• Exercise instructions: Using the records below, copy every line that holds the string "toBeLessThan".

[Exercise data]

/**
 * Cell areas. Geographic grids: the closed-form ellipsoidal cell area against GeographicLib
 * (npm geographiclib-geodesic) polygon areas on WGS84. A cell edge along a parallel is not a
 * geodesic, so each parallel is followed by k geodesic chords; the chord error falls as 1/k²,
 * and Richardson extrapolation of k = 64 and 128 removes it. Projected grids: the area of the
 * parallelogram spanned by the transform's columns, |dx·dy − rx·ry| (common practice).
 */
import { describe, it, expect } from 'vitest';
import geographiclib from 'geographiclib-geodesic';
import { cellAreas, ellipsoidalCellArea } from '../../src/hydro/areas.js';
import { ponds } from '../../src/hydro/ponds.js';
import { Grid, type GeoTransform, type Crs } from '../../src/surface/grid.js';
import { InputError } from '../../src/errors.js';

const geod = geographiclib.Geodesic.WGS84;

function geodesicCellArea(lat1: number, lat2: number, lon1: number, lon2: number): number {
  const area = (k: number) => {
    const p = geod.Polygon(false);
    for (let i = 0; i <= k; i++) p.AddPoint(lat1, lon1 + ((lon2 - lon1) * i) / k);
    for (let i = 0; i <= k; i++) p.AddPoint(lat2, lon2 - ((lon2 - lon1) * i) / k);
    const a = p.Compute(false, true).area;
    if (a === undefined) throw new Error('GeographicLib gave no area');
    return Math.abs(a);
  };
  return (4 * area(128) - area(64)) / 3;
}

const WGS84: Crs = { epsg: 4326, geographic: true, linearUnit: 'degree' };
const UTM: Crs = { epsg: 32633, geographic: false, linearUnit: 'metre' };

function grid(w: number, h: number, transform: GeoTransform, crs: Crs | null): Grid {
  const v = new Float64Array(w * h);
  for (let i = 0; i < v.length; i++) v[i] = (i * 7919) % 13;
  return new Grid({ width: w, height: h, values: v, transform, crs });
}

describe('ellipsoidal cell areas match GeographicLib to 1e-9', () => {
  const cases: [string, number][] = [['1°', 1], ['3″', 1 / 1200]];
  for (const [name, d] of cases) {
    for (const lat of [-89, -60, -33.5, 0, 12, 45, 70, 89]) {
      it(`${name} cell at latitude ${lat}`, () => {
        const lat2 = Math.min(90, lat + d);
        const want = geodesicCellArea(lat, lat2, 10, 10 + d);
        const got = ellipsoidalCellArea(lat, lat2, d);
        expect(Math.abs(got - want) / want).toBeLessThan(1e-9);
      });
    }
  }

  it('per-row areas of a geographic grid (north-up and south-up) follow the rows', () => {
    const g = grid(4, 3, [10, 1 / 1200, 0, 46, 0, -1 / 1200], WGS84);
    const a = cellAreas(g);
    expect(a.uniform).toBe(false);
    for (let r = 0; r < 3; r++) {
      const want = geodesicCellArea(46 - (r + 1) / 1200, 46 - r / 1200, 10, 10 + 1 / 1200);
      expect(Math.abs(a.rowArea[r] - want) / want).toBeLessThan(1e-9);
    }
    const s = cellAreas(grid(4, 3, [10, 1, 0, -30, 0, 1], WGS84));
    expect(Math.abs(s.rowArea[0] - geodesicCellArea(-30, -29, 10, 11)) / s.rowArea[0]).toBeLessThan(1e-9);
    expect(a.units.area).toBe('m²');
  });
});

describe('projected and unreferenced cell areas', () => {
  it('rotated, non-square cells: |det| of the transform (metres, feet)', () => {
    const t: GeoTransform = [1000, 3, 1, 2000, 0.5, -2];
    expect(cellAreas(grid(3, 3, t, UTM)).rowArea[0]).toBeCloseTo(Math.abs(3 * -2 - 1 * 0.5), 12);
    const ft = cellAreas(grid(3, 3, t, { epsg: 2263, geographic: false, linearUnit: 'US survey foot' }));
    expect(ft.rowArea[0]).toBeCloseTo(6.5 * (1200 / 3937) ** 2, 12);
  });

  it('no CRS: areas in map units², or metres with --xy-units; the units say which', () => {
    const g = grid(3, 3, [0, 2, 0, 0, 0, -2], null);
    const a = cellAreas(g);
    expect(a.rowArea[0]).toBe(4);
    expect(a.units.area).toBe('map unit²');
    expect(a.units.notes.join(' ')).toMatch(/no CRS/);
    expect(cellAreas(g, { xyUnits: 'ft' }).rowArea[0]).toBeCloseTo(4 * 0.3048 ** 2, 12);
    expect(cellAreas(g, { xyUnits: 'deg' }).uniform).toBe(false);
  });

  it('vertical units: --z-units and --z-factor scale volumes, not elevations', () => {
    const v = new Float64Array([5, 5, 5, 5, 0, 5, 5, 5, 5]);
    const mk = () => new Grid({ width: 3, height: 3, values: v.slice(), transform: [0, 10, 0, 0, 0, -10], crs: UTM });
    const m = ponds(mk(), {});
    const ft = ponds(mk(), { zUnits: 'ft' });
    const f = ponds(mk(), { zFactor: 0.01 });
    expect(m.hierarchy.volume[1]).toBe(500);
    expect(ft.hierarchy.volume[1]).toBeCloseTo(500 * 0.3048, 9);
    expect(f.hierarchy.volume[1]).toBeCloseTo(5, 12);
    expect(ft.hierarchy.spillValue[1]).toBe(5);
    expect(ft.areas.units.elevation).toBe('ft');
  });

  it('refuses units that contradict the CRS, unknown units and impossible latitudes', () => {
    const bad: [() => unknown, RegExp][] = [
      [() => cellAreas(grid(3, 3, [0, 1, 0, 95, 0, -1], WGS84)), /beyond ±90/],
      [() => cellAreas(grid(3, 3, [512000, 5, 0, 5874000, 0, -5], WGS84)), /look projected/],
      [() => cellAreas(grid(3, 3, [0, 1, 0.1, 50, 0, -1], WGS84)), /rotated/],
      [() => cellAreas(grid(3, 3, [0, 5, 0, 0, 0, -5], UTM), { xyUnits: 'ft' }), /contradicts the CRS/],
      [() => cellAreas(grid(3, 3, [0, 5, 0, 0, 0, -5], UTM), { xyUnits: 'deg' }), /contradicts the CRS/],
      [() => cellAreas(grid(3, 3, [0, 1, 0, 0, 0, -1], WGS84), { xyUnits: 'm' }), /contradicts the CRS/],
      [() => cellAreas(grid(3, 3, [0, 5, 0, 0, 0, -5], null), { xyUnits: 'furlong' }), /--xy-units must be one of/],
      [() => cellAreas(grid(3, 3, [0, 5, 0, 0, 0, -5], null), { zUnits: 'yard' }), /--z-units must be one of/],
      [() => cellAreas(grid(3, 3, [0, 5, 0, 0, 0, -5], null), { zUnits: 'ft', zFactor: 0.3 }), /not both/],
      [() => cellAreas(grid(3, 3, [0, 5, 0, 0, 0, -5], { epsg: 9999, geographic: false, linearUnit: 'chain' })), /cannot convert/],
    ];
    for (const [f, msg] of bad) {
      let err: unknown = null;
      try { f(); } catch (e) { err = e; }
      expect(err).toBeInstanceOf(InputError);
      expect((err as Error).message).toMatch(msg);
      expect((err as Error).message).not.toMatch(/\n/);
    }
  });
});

[/Exercise data]

• Problem solution:
        expect(Math.abs(got - want) / want).toBeLessThan(1e-9);
      expect(Math.abs(a.rowArea[r] - want) / want).toBeLessThan(1e-9);
    expect(Math.abs(s.rowArea[0] - geodesicCellArea(-30, -29, 10, 11)) / s.rowArea[0]).toBeLessThan(1e-9);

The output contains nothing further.